■ EXERCISE OBJECTIVE ■
Identify every line in the records below that contains the word "isoDate", and reproduce each one.

··· RECORDS FOR THIS EXERCISE

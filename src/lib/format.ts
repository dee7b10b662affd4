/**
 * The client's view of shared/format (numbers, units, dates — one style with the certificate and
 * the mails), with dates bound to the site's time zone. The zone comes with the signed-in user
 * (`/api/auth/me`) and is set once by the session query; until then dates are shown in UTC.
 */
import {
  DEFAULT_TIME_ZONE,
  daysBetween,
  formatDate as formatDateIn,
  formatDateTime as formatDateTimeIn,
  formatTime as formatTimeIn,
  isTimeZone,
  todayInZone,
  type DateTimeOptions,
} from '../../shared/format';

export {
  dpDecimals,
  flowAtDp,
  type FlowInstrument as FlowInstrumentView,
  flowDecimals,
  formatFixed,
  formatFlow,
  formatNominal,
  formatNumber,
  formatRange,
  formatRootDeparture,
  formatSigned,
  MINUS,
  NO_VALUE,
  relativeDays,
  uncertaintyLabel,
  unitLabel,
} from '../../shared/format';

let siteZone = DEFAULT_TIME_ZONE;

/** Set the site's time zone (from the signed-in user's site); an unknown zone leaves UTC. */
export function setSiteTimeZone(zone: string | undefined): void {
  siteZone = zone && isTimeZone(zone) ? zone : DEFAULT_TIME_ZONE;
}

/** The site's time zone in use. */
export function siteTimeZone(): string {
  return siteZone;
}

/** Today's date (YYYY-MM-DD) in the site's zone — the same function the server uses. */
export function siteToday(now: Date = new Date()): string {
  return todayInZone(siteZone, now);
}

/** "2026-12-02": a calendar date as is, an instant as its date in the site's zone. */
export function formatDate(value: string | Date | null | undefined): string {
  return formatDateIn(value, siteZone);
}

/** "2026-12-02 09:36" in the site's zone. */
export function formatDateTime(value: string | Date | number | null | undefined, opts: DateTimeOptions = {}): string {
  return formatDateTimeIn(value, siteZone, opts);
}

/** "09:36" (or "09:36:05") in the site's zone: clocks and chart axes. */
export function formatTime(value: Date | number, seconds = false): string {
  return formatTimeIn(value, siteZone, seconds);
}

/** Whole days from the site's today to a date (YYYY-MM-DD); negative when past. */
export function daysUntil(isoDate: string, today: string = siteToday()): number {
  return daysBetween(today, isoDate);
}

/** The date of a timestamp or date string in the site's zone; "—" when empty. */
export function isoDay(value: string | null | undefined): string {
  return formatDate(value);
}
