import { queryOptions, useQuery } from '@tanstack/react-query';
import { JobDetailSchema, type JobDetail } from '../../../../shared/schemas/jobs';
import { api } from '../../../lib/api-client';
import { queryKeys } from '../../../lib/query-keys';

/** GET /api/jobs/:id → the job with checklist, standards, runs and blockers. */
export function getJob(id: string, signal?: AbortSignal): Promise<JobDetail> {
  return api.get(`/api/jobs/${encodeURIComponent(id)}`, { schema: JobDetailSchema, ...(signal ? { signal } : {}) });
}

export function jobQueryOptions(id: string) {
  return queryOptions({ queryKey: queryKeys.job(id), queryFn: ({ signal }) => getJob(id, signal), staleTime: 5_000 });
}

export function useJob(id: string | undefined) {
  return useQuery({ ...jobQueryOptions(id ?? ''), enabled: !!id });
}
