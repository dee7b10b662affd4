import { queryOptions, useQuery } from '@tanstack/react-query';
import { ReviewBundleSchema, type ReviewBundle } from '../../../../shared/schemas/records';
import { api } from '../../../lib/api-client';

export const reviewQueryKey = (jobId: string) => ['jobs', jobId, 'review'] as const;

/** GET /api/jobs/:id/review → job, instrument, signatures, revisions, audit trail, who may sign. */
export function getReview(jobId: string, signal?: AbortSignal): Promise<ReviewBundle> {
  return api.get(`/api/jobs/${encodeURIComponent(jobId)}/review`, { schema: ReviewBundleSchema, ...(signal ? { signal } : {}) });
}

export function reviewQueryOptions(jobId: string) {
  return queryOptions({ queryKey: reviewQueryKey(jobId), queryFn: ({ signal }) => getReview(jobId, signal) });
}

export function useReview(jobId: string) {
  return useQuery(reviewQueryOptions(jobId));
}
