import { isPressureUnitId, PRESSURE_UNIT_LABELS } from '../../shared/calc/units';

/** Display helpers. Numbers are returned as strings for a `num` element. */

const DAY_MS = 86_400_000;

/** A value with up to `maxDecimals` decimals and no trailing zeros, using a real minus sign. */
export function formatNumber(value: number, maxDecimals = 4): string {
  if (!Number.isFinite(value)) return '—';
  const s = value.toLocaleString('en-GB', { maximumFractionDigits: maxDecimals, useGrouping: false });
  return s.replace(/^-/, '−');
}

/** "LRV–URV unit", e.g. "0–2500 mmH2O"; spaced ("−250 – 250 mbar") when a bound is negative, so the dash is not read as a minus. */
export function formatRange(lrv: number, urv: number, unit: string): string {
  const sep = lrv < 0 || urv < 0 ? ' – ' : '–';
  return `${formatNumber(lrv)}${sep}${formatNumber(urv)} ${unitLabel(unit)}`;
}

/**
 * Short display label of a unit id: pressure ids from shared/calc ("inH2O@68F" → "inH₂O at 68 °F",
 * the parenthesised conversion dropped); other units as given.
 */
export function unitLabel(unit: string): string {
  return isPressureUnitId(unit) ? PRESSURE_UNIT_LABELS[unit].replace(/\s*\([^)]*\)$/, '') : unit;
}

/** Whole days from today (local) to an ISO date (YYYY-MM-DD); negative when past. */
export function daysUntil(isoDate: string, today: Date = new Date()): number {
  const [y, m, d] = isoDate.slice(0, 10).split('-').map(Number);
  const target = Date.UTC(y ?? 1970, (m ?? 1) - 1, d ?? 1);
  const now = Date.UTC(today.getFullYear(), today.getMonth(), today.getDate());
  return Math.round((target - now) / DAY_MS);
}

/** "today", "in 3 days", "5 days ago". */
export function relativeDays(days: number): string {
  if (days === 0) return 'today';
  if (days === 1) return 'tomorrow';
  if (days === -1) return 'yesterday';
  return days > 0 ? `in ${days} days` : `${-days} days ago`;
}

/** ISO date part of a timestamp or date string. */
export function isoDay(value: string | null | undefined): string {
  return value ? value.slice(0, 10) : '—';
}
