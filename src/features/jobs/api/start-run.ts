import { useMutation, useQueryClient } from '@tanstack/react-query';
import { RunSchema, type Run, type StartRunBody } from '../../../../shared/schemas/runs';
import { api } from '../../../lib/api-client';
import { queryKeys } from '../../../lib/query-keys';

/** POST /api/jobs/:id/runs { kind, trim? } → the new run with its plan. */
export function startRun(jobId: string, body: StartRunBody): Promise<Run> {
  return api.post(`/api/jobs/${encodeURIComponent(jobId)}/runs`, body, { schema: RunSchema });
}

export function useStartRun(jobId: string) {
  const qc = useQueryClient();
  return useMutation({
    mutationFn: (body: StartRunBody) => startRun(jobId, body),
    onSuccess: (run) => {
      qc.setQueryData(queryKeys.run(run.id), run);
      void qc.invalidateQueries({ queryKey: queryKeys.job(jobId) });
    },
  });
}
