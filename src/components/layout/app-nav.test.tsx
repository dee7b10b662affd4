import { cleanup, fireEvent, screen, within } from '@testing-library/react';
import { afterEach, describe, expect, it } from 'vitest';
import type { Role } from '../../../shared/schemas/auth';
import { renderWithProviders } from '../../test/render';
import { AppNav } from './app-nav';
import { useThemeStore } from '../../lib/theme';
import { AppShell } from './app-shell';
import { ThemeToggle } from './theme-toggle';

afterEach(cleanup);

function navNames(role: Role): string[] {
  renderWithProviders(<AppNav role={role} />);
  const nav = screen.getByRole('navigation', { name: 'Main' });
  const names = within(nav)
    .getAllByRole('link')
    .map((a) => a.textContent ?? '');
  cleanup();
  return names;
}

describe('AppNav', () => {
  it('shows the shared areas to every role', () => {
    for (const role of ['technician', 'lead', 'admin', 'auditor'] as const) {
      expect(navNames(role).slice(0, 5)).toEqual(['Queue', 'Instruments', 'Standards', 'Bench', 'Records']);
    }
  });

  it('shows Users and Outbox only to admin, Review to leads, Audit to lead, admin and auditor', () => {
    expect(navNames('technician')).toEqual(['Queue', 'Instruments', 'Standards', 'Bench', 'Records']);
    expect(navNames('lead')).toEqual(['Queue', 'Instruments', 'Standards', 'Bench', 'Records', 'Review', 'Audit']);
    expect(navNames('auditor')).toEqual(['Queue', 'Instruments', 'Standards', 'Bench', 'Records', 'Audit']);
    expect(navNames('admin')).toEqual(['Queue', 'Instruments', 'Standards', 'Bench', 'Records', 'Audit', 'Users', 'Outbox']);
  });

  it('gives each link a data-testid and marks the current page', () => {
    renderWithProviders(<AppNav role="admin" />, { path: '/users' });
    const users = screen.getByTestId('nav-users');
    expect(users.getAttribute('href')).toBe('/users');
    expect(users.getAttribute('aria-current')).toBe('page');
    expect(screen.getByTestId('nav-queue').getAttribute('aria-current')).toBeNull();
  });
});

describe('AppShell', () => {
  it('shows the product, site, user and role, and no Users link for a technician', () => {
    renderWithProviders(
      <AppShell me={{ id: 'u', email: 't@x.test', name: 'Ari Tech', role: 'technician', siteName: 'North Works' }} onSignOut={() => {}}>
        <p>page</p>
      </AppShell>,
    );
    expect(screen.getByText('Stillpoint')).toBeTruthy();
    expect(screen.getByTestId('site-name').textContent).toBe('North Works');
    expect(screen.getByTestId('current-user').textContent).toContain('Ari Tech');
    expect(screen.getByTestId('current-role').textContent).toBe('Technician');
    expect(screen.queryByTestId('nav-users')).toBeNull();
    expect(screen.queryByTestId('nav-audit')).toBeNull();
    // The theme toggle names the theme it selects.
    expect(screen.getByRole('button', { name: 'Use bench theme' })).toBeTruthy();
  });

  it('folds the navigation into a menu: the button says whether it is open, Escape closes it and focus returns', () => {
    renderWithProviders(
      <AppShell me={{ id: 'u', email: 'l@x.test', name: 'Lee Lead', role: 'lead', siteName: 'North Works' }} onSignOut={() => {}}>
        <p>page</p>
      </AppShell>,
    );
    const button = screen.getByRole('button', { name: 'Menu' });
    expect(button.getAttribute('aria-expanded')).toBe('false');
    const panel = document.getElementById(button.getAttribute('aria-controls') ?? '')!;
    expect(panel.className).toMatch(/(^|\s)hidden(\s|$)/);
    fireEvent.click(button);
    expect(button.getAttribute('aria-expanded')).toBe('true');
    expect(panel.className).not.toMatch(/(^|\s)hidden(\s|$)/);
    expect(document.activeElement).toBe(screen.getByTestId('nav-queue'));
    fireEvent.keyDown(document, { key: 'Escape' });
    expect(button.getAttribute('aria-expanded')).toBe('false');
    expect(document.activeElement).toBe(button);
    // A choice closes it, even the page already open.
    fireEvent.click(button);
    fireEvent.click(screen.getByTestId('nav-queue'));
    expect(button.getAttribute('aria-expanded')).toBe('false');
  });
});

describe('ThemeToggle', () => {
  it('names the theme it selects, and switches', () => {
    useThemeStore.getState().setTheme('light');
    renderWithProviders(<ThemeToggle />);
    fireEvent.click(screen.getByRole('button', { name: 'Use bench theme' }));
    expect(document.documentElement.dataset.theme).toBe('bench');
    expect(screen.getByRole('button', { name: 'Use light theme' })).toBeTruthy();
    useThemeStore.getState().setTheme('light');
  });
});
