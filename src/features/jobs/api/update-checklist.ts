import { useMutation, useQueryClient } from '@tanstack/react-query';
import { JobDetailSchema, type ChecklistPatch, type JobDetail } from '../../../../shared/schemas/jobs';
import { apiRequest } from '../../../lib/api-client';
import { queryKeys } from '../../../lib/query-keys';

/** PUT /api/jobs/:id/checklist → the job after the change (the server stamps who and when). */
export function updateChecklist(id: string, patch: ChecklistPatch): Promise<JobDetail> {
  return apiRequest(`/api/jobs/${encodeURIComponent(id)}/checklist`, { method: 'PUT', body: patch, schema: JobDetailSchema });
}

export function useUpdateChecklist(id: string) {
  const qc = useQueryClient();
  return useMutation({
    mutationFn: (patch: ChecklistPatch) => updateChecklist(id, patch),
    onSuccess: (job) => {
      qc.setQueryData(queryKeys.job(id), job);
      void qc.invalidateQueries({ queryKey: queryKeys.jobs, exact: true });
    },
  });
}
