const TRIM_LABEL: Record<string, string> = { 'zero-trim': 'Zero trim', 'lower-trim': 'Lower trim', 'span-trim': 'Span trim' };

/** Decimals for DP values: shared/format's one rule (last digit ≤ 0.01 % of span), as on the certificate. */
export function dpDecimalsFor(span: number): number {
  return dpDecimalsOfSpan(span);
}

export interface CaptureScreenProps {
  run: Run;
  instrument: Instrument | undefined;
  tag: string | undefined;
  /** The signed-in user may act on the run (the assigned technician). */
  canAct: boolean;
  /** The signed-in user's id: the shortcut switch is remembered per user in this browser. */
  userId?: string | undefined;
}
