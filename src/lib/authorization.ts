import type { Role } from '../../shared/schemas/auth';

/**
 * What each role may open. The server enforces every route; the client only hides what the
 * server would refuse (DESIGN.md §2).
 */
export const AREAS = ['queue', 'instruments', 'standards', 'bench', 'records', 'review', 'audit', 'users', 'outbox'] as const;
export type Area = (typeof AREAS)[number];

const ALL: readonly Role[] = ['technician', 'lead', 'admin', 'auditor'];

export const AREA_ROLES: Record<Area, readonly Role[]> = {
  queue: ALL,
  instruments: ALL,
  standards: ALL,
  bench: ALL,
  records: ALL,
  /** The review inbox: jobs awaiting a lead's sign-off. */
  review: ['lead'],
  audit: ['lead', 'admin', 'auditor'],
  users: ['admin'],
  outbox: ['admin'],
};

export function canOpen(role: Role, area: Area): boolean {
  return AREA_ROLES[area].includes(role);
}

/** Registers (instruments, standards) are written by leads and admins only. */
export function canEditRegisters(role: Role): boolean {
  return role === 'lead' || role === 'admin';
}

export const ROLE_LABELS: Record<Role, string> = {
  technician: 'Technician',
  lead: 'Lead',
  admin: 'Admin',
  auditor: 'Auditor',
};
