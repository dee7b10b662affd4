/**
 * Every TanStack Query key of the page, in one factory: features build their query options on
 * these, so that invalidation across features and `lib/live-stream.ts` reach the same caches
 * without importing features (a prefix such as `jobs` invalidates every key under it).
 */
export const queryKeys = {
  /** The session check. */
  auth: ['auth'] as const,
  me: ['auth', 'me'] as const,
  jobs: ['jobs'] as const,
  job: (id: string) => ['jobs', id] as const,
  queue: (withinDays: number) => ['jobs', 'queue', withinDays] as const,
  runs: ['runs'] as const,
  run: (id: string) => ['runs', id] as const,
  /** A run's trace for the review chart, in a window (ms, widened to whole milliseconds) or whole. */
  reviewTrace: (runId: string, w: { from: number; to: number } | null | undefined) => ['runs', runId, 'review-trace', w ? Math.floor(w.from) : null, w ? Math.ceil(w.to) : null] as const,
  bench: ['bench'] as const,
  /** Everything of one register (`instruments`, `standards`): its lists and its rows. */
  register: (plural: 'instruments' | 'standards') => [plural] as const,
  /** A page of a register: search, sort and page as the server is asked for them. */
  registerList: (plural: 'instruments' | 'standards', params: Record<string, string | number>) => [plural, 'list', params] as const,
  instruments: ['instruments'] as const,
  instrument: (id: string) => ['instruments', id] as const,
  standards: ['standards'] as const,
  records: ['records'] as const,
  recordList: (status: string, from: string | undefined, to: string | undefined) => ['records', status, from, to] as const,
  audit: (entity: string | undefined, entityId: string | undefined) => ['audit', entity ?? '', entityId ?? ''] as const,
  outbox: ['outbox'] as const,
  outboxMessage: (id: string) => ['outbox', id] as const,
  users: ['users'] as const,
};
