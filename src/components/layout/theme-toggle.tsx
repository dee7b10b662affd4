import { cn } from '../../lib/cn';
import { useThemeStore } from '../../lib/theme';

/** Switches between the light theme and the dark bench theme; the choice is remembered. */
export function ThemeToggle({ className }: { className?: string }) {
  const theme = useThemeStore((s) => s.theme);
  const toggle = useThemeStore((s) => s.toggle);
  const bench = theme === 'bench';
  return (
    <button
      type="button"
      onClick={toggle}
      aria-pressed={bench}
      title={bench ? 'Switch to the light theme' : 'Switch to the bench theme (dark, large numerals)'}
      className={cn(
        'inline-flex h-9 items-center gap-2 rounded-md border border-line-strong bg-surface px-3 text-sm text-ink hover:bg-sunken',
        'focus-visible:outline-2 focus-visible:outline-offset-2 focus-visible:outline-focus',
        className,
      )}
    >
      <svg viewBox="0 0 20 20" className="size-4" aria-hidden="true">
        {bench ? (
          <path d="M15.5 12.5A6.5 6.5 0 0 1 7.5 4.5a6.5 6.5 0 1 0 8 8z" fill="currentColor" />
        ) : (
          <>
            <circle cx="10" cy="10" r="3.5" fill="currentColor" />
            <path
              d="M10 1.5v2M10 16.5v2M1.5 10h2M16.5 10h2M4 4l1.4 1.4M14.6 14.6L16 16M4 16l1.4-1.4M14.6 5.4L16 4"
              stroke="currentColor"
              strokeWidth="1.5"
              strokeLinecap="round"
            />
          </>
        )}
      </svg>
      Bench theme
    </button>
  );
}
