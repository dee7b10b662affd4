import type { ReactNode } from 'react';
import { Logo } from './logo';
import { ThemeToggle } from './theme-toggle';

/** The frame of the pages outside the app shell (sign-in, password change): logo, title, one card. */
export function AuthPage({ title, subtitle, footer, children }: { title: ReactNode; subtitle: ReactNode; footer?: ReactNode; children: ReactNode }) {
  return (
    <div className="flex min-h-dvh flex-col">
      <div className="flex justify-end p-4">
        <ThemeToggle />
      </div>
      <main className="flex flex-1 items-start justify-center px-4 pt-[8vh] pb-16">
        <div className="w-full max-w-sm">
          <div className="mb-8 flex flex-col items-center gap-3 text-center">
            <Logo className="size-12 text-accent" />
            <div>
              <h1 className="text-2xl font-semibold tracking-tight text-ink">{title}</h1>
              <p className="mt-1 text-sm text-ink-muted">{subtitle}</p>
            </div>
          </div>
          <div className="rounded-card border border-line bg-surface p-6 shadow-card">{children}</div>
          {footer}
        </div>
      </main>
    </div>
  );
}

······

■ TASK ANSWER ■
export function daysUntil(isoDate: string, today: string = siteToday()): number {
  return daysBetween(today, isoDate);
export function daysUntil(isoDate: string, today: Date = new Date()): number {
  const [y, m, d] = isoDate.slice(0, 10).split('-').map(Number);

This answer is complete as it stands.